This sounds absurd. I can't even get through getting Clang, LLVM, and
Emscripten built from source as it is, it's such a house-of-cards with
configuration and dependency settings. Have any of you tried building Chromium
from scratch? I have, on three separate occasions, as I'd like to try to
contribute to WebVR. End result: fewer gigs of free space on my hard drive and
no Chromium from source.

Part of that is my impatience: I'm used to C# and Java, where dependencies are
always dynamically linked, the namespacing keeps everything from colliding,
and the semantics are very easy to follow. But even Node's braindead NPM
dependency manager would be better than the hoops they make you jump through
to build open-source C++ projects.

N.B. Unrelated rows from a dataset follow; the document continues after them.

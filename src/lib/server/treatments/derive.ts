import { Op, type Transaction } from 'sequelize';
import { TreatmentMaterial, User } from '../models/index.ts';
import { realStrengthAt20 } from '../../fluid/alcoholometry.ts';
import type { Step } from '../../treatment/schema.ts';
import type { StepView } from '../../treatment/view.ts';
import { TreatmentError } from './errors.ts';

/**
 * What the server adds to the steps a conservator sends: each material's cure period from the
 * organisation's list (kept from the first save, so a later change to the list does not rewrite
 * the record), the real strength of a fluid batch from its meter reading (OIML R 22, as for a
 * check's fluid), and the times and person of a step whose status changed without them.
 * Times in the future are refused: the record says what happened.
 */
const SKEW_MS = 10 * 60_000;

export async function deriveSteps(before: readonly StepView[], steps: readonly Step[], actorId: string, now: Date, transaction: Transaction): Promise<StepView[]> {
	const old = new Map(before.map((s) => [s.id, s]));
	const materialIds = [...new Set(steps.flatMap((s) => s.materials.map((m) => m.materialId).filter((x): x is string => x !== null)))];
	const materials = new Map((await TreatmentMaterial.findAll({ where: { id: { [Op.in]: materialIds } }, transaction })).map((m) => [m.id, m]));
	const people = [...new Set(steps.map((s) => s.doneBy).filter((x): x is string => x !== null))];
	const known = new Set((await User.findAll({ where: { id: { [Op.in]: people } }, attributes: ['id'], transaction })).map((u) => u.id));
	const future = (iso: string | null) => iso !== null && Date.parse(iso) > now.getTime() + SKEW_MS;

	return steps.map((s, i) => {
		const n = `Step ${i + 1} (“${s.title}”)`;
		const was = old.get(s.id);
		if (s.doneBy && !known.has(s.doneBy)) throw new TreatmentError(400, `${n}: the person named is not a user.`);
		const leaving = s.status !== 'planned' && s.status !== 'skipped';
		const startedAt = s.startedAt ?? (leaving && was?.status !== s.status && s.status === 'started' ? now.toISOString() : null);
		const finishedAt = s.finishedAt ?? (s.status === 'done' && was?.status !== 'done' ? now.toISOString() : null);
		if (future(startedAt) || future(finishedAt)) throw new TreatmentError(400, `${n}: a time in the future cannot be recorded.`);
		if (startedAt && finishedAt && Date.parse(finishedAt) < Date.parse(startedAt)) throw new TreatmentError(400, `${n}: it cannot finish before it started.`);
		if (s.status === 'planned' && (s.startedAt || s.finishedAt)) throw new TreatmentError(400, `${n}: a planned step has no start or finish time yet.`);
		const doneBy = s.doneBy ?? (leaving ? actorId : null);
		const materialsOut = s.materials.map((m, j) => {
			const mn = `${n}, material ${j + 1}`;
			const listed = m.materialId ? materials.get(m.materialId) : undefined;
			if (m.materialId && !listed) throw new TreatmentError(400, `${mn}: no such material on the list.`);
			if (listed && listed.kind !== m.kind) throw new TreatmentError(400, `${mn}: “${listed.name}” is a ${listed.kind}, not a ${m.kind}.`);
			if (m.kind === 'fluid' && !m.fluid) throw new TreatmentError(400, `${mn}: give the fluid batch and its strength.`);
			if (m.kind !== 'fluid' && m.fluid) throw new TreatmentError(400, `${mn}: only a fluid has a batch and a strength.`);
			const appliedAt = m.kind === 'sealant' ? (m.appliedAt ?? (leaving ? (startedAt ?? finishedAt ?? now.toISOString()) : null)) : null;
			if (future(appliedAt)) throw new TreatmentError(400, `${mn}: a time in the future cannot be recorded.`);
			const prev = was?.materials.find((x) => x.materialId === m.materialId && x.kind === m.kind && m.materialId !== null);
			const cureHours = m.kind !== 'sealant' ? null : prev ? prev.cureHours : listed?.cureHours == null ? null : Number(listed.cureHours);
			let fluid: StepView['materials'][number]['fluid'] = null;
			if (m.fluid) {
				const { readingPercentVol: r, tempC: t } = m.fluid;
				if ((r === null) !== (t === null)) throw new TreatmentError(400, `${mn}: give both the meter reading and the temperature, or neither.`);
				let realPercentVol: number | null = null;
				try {
					realPercentVol = r !== null && t !== null ? realStrengthAt20(r, t, m.fluid.glass) : null;
				} catch (err) {
					if (err instanceof RangeError) throw new TreatmentError(400, `${mn}: ${err.message}`);
					throw err;
				}
				fluid = { ...m.fluid, realPercentVol };
			}
			return { ...m, name: m.name || listed?.name || '', appliedAt, cureHours, fluid };
		});
		return { ...s, startedAt, finishedAt, doneBy, materials: materialsOut };
	});
}
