import type { Transaction } from 'sequelize';
import { db } from '../db.ts';
import { ConditionCheck, Specimen, Treatment } from '../models/index.ts';
import { audit } from '../audit.ts';
import { mailRiskReviewed, mailRiskSubmitted } from '../mail/riskMail.ts';
import { deriveSteps } from './derive.ts';
import { TreatmentError } from './errors.ts';
import { include, treatmentSummary, treatmentView, type Loaded } from './presenter.ts';
import { templatePlan, shortId } from '../../treatment/plan.ts';
import { assessmentChanged, completionProblems, decideTreatment, stepGateProblems, type Actor, type TreatmentAction } from '../../treatment/workflow.ts';
import type { TreatmentBody } from '../../treatment/schema.ts';
import type { TreatmentSummary, TreatmentView } from '../../treatment/view.ts';

/**
 * Treatments: opening one on a specimen with the starting plan, saving the plan and the risk
 * assessment (naming the version the edit started from), asking for sign-off, the reviewer's
 * sign-off or return, completing and abandoning. Every rule is decided by src/lib/treatment/
 * workflow.ts and written with its audit event (and its mail) in one transaction.
 */
export interface TreatmentActor extends Actor {
	clientAddress: string | null;
}

async function loaded(id: string, transaction?: Transaction): Promise<Loaded | null> {
	return (await Treatment.findByPk(id, { include, transaction })) as Loaded | null;
}

async function view(id: string, transaction?: Transaction): Promise<TreatmentView> {
	return treatmentView((await loaded(id, transaction))!, new Date(), transaction);
}

async function lock(id: string, transaction: Transaction): Promise<Treatment> {
	const t = await Treatment.findByPk(id, { transaction, lock: transaction.LOCK.UPDATE });
	if (!t) throw new TreatmentError(404, 'No such treatment.');
	return t;
}

function allow(t: Treatment, action: TreatmentAction, actor: Actor) {
	const v = decideTreatment({ state: t.state, riskState: t.riskState, authorId: t.createdBy }, action, actor);
	if (!v.ok) throw new TreatmentError(403, v.reason);
}

async function stale(t: Treatment, version: number, transaction: Transaction, message: string) {
	if (t.version !== version) throw new TreatmentError(409, message, await view(t.id, transaction));
}

/** A linked check must be a check of the same specimen. */
async function checkOf(specimenId: string, checkId: string | null, which: string, transaction: Transaction): Promise<void> {
	if (!checkId) return;
	const c = await ConditionCheck.findByPk(checkId, { transaction, attributes: ['id', 'specimenId'] });
	if (!c || c.specimenId !== specimenId) throw new TreatmentError(400, `The ${which} check must be a condition check of this specimen.`);
}

export async function getTreatment(id: string): Promise<TreatmentView | null> {
	const t = await loaded(id);
	return t ? treatmentView(t) : null;
}

export async function treatmentsOfSpecimen(specimenId: string): Promise<TreatmentSummary[]> {
	const rows = (await Treatment.findAll({ where: { specimenId }, include, order: [['createdAt', 'DESC']] })) as Loaded[];
	return rows.map(treatmentSummary);
}

/** Risk assessments waiting for sign-off (oldest first), or one conservator's open treatments. */
export async function treatmentList(which: 'queue' | 'mine', actor: Actor): Promise<TreatmentSummary[]> {
	const where = which === 'queue' ? { riskState: 'in-review' } : { createdBy: actor.id, state: ['planning', 'in-progress'] };
	const order: [string, string][] = which === 'queue' ? [['riskSubmittedAt', 'ASC']] : [['updatedAt', 'DESC']];
	const rows = (await Treatment.findAll({ where, include, order, limit: 200 })) as Loaded[];
	return rows.map(treatmentSummary);
}

export async function openTreatment(actor: TreatmentActor, specimenId: string, body: { title: string; purpose: string; beforeCheckId: string | null }): Promise<TreatmentView> {
	if (actor.role !== 'conservator') throw new TreatmentError(403, 'Only conservators plan treatments.');
	return db().transaction(async (transaction) => {
		const s = await Specimen.findByPk(specimenId, { transaction });
		if (!s) throw new TreatmentError(404, 'No such specimen.');
		await checkOf(specimenId, body.beforeCheckId, 'before-treatment', transaction);
		const t = await Treatment.create(
			{
				specimenId,
				title: body.title,
				purpose: body.purpose,
				beforeCheckId: body.beforeCheckId,
				afterCheckId: null,
				steps: templatePlan(s.sealType, () => shortId()),
				risk: { hazards: [], dismissed: [], notes: '' },
				riskSubmittedAt: null,
				riskReviewerId: null,
				riskReviewedAt: null,
				riskReviewComment: null,
				completedAt: null,
				createdBy: actor.id,
				updatedBy: actor.id,
			},
			{ transaction },
		);
		await audit({ action: 'treatment.open', entityType: 'treatment', entityId: t.id, actorId: actor.id, after: { specimenId, title: body.title, beforeCheckId: body.beforeCheckId }, clientAddress: actor.clientAddress }, transaction);
		return view(t.id, transaction);
	});
}

export async function saveTreatment(actor: TreatmentActor, id: string, version: number, body: TreatmentBody, now = new Date()): Promise<TreatmentView> {
	return db().transaction(async (transaction) => {
		const t = await lock(id, transaction);
		allow(t, 'edit', actor);
		await stale(t, version, transaction, 'Someone saved this treatment while you were editing it. Your entries are kept; compare and save again.');
		await checkOf(t.specimenId, body.beforeCheckId, 'before-treatment', transaction);
		await checkOf(t.specimenId, body.afterCheckId, 'after-treatment', transaction);
		const riskChanged = assessmentChanged(t.risk, body.risk);
		if (riskChanged && t.riskState === 'in-review') throw new TreatmentError(403, 'The risk assessment is waiting for sign-off and cannot be changed now; the reviewer can return it to you.');
		// Changing what was signed off voids the sign-off: the changed assessment needs its own.
		const riskState = riskChanged && t.riskState === 'signed-off' ? 'draft' : t.riskState;
		const gate = stepGateProblems(t.steps, body.steps, riskState);
		if (gate.length > 0) throw new TreatmentError(403, gate[0]!, undefined, gate);
		const steps = await deriveSteps(t.steps, body.steps, actor.id, now, transaction);
		const begun = steps.some((s) => s.status === 'started' || s.status === 'done');
		const before = { state: t.state, riskState: t.riskState };
		t.set({
			title: body.title,
			purpose: body.purpose,
			beforeCheckId: body.beforeCheckId,
			afterCheckId: body.afterCheckId,
			steps,
			risk: structuredClone(body.risk),
			riskState,
			...(riskState !== t.riskState ? { riskReviewerId: null, riskReviewedAt: null, riskSubmittedAt: null } : {}),
			state: begun ? 'in-progress' : t.state === 'in-progress' ? 'in-progress' : 'planning',
			updatedBy: actor.id,
		});
		// JSONB replaced as a whole (never changed in place, Sequelize #13006), so it is always saved.
		t.changed('steps', true);
		t.changed('risk', true);
		await t.save({ transaction });
		await audit({ action: 'treatment.save', entityType: 'treatment', entityId: id, actorId: actor.id, before, after: { state: t.state, riskState, steps: steps.map((s) => ({ id: s.id, status: s.status })) }, clientAddress: actor.clientAddress }, transaction);
		if (riskState !== before.riskState) await audit({ action: 'treatment.risk-voided', entityType: 'treatment', entityId: id, actorId: actor.id, before: { riskState: before.riskState }, after: { riskState }, clientAddress: actor.clientAddress }, transaction);
		return view(id, transaction);
	});
}

export async function submitRisk(actor: TreatmentActor, id: string, version: number): Promise<TreatmentView> {
	return db().transaction(async (transaction) => {
		const t = await lock(id, transaction);
		allow(t, 'submit-risk', actor);
		await stale(t, version, transaction, 'This treatment changed since you opened it; reload it before asking for sign-off.');
		const problems = (await view(id, transaction)).riskProblems;
		if (problems.length > 0) throw new TreatmentError(400, `The risk assessment is not ready for sign-off: ${problems[0]}`, undefined, problems);
		const before = t.riskState;
		t.set({ riskState: 'in-review', riskSubmittedAt: new Date(), riskReviewerId: null, riskReviewedAt: null, riskReviewComment: null, updatedBy: actor.id });
		await t.save({ transaction });
		await audit({ action: 'treatment.risk-submit', entityType: 'treatment', entityId: id, actorId: actor.id, before: { riskState: before }, after: { riskState: 'in-review' }, clientAddress: actor.clientAddress }, transaction);
		await mailRiskSubmitted(t, transaction);
		return view(id, transaction);
	});
}

export async function reviewRisk(actor: TreatmentActor, id: string, decision: 'sign-off' | 'return', comment: string): Promise<TreatmentView> {
	return db().transaction(async (transaction) => {
		const t = await lock(id, transaction);
		allow(t, decision === 'sign-off' ? 'sign-off' : 'return-risk', actor);
		if (decision === 'sign-off') {
			const problems = (await view(id, transaction)).riskProblems;
			if (problems.length > 0) throw new TreatmentError(400, `This assessment cannot be signed off: ${problems[0]}`, undefined, problems);
		}
		const next = decision === 'sign-off' ? 'signed-off' : 'returned';
		t.set({ riskState: next, riskReviewerId: actor.id, riskReviewedAt: new Date(), riskReviewComment: comment || null });
		await t.save({ transaction });
		await audit({ action: `treatment.risk-${decision}`, entityType: 'treatment', entityId: id, actorId: actor.id, before: { riskState: 'in-review' }, after: { riskState: next, comment }, clientAddress: actor.clientAddress }, transaction);
		await mailRiskReviewed(t, decision, transaction);
		return view(id, transaction);
	});
}

export async function closeTreatment(actor: TreatmentActor, id: string, version: number, how: 'complete' | 'abandon', reason = ''): Promise<TreatmentView> {
	return db().transaction(async (transaction) => {
		const t = await lock(id, transaction);
		allow(t, how, actor);
		await stale(t, version, transaction, 'This treatment changed since you opened it; reload it first.');
		if (how === 'complete') {
			const problems = completionProblems({ steps: t.steps, afterCheckId: t.afterCheckId });
			if (problems.length > 0) throw new TreatmentError(400, `The treatment cannot be completed yet: ${problems[0]}`, undefined, problems);
		} else if (reason.length < 5) throw new TreatmentError(400, 'Say why the treatment is abandoned (at least 5 characters).');
		const next = how === 'complete' ? 'completed' : 'abandoned';
		const before = t.state;
		t.set({ state: next, completedAt: new Date(), updatedBy: actor.id, ...(how === 'abandon' ? { purpose: `${t.purpose}${t.purpose ? '\n\n' : ''}Abandoned: ${reason}` } : {}) });
		await t.save({ transaction });
		await audit({ action: `treatment.${how}`, entityType: 'treatment', entityId: id, actorId: actor.id, before: { state: before }, after: { state: next, reason: reason || undefined }, clientAddress: actor.clientAddress }, transaction);
		return view(id, transaction);
	});
}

I mean, I just don't get how someone could
have at any point said "yes, this is a good path, we should continue with
this" for all these custom build systems in the wild on these projects.

I could be way off. I'm only just reading the FAQ now and I'm not entirely
sure I understand what has actually been made versus what has been planned.
There seems to be a lot of talk about supporting other languages than C++, but
that's what they said about ASM.js, and where did that go? Is anyone using
ASM.js in production who is not Archive.org and their arcade emulator?

I don't know... I really, really want to like the web browser as a platform.
It has its flaws, but it's the least painful solution of all of the
completely-cross-platform options. But it's hard. Getting harder. Hard enough
I'm starting to wonder if it'd be smarter to develop better deployment
strategies for an existing, better programming language than to try to develop
better programming languages for the browser's existing, better deployment
strategy.

This telephone game being played by translator tools and configuration
management tools and polyfills and frameworks and... the list goes on! This
thing we consider "modern" web development is getting way out of hand. JS's
_strength_ used to be that all you needed was a text editor. Everyone--both
users and developers--can already use it and run it.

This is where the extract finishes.